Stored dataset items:
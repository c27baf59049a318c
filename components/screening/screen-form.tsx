'use client';

import { useEffect, useMemo, useRef, useState, type ReactNode } from 'react';
import { Controller, get, useFieldArray, useForm, type Path } from 'react-hook-form';
import { zodResolver } from '@hookform/resolvers/zod';
import { keepPreviousData, useQuery } from '@tanstack/react-query';
import {
  emptyScreenForm,
  formPathFor,
  isFormPath,
  parseWaypointList,
  screenFormProblems,
  screenFormSchema,
  unitLabels,
  type AssumptionDefaults,
  type ScreenFormContext,
  type ScreenFormValues,
  type UnitSystem,
} from '@/lib/validation/screen-form';
import type { ScreeningInputRaw, SoundingLevelInput } from '@/lib/validation/screening';
import { Field, SelectInput, TextArea, TextInput } from '@/components/ui/field';
import { Button } from '@/components/ui/button';
import { Notice } from '@/components/ui/notice';
import { formatAltitude, formatMass, formatNumber, formatPercent } from '@/lib/format';
import { AirportCombobox } from './airport-combobox';
import { AssumptionFields } from './assumption-fields';
import { ScreeningPreview, type PreviewResponse } from './screening-preview';
import { useDebouncedValue } from './use-debounced-value';

export interface AircraftChoice {
  code: string;
  name: string;
  engineName: string | null;
  engineCount: number;
  typicalMach: number;
  typicalFlightLevel: number;
  directEiGPerKg: number | null;
  emission: ScreeningInputRaw['emission'] | null;
}

export interface EngineChoice {
  id: number;
  name: string;
  fuelFlowKgS: [number, number, number, number];
  eiNoxGPerKg: [number, number, number, number];
}

export interface RouteChoice {
  id: number;
  name: string;
  notes: string;
  waypoints: ({ lat: number; lon: number } | { airport: string })[];
  /** Each waypoint's coordinates (airports resolved on the server), null when unknown. */
  coordinates: ({ lat: number; lon: number } | null)[];
}

export interface SoundingChoice {
  id: number;
  name: string;
  station: string;
  observedAt: string | null;
  levels: SoundingLevelInput[];
  tropopause: { altitudeM: number; pressureHpa: number; temperatureK: number } | null;
}

export interface ScreenFlightFormProps {
  slug: string;
  units: UnitSystem;
  defaults: AssumptionDefaults;
  defaultDate: string;
  aircraft: AircraftChoice[];
  engines: EngineChoice[];
  routes: RouteChoice[];
  soundings: SoundingChoice[];
  /** Defaults of the what-if comparison, from the engine: fuel-penalty limit and penalty per 1000 ft, %. */
  whatIfDefaults: { limitPct: number; ratePct: number };
  onSaved: (id: number) => void;
  previewDelayMs?: number;
}

class ApiProblem extends Error {
  constructor(
    message: string,
    readonly status: number,
    readonly fields: { path: string; message: string }[],
  ) {
    super(message);
  }
}

async function readProblem(res: Response): Promise<ApiProblem> {
  const body = (await res.json().catch(() => null)) as { error?: { message?: string; fields?: { path: string; message: string }[] } } | null;
  const fields = body?.error?.fields ?? [];
  let message = body?.error?.message ?? 'The screening service did not answer. Try again in a moment.';
  if (res.status === 429) message = 'Too many previews in a short time; the preview resumes in a moment.';
  if (res.status === 401) message = 'Your session has ended. Sign in again to continue.';
  return new ApiProblem(message, res.status, fields);
}

function newIdempotencyKey(): string {
  if (typeof crypto !== 'undefined' && typeof crypto.randomUUID === 'function') return crypto.randomUUID();
  return `save-${Date.now().toString(36)}-${Math.random().toString(36).slice(2)}`;
}

const MONTHS = ['January', 'February', 'March', 'April', 'May', 'June', 'July', 'August', 'September', 'October', 'November', 'December'];

function ModeSwitch<T extends string>({ legend, name, value, options, onChange }: { legend: string; name: string; value: T; options: [T, string][]; onChange: (v: T) => void }) {
  return (
    <fieldset>
      <legend className="mb-1.5 text-sm font-medium text-ink">{legend}</legend>
      <div className="inline-flex flex-wrap gap-1 rounded-md border border-line-strong bg-paper-sunk p-1">
        {options.map(([v, label]) => (
          <label
            key={v}
            className={`cursor-pointer rounded px-3 py-1.5 text-sm has-[:focus-visible]:outline has-[:focus-visible]:outline-2 has-[:focus-visible]:outline-accent ${
              value === v ? 'bg-paper-raised font-medium text-ink shadow-sm' : 'text-ink-soft hover:text-ink'
            }`}
          >
            <input type="radio" className="sr-only" name={name} value={v} checked={value === v} onChange={() => onChange(v)} />
            {label}
          </label>
        ))}
      </div>
    </fieldset>
  );
}

function Section({ title, children }: { title: string; children: ReactNode }) {
  return (
    <section className="rounded-card border border-line bg-paper-raised p-5 shadow-sm">
      <h2 className="mb-4 text-base font-semibold text-ink">{title}</h2>
      <div className="space-y-4">{children}</div>
    </section>
  );
}

function FieldProblem({ message }: { message?: string }) {
  if (!message) return null;
  return (
    <p role="alert" className="text-xs font-medium text-danger">
      {message}
    </p>
  );
}

/**
 * Below the two-column width the preview sits under the form: this bar keeps its headline figures in
 * view at the bottom of the screen while the form is edited, with a link down to the whole preview.
 */
function PreviewSummary({ units, data, status }: { units: UnitSystem; data: PreviewResponse | undefined; status: string }) {
  const r = data?.result;
  return (
    <div role="region" aria-label="Preview summary" className="sticky bottom-0 z-20 -mx-1 rounded-t-md border border-line bg-paper-raised/95 px-3 py-2 shadow-lg backdrop-blur xl:hidden" data-testid="preview-summary">
      <div className="flex flex-wrap items-center gap-x-4 gap-y-1 text-sm">
        <span className="text-xs font-medium text-ink-soft">{status}</span>
        {r ? (
          <dl className="figure flex flex-wrap gap-x-4 gap-y-0.5">
            <div className="flex gap-1">
              <dt className="text-ink-soft">NOx above tropopause</dt>
              <dd className="font-semibold text-strato-strong">{formatMass(r.noxAboveTropopauseKg, units)}</dd>
            </div>
            <div className="flex gap-1">
              <dt className="text-ink-soft">Share above</dt>
              <dd className="font-semibold">{formatPercent(r.fractionAboveTropopause, 1)}</dd>
            </div>
            <div className="flex gap-1">
              <dt className="text-ink-soft">Ozone figure</dt>
              <dd className="font-semibold">{formatMass(r.ozoneLoss.centralKg, units)}</dd>
            </div>
          </dl>
        ) : null}
        <a href="#preview" className="ml-auto text-sm font-medium text-accent-strong underline">
          Whole preview
        </a>
      </div>
    </div>
  );
}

→ **REQUIRED ACTION**: Return each line of the records above in which the word "onChange" occurs.

→ **RESPONSE AREA**:
function ModeSwitch<T extends string>({ legend, name, value, options, onChange }: { legend: string; name: string; value: T; options: [T, string][]; onChange: (v: T) => void }) {
            <input type="radio" className="sr-only" name={name} value={v} checked={value === v} onChange={() => onChange(v)} />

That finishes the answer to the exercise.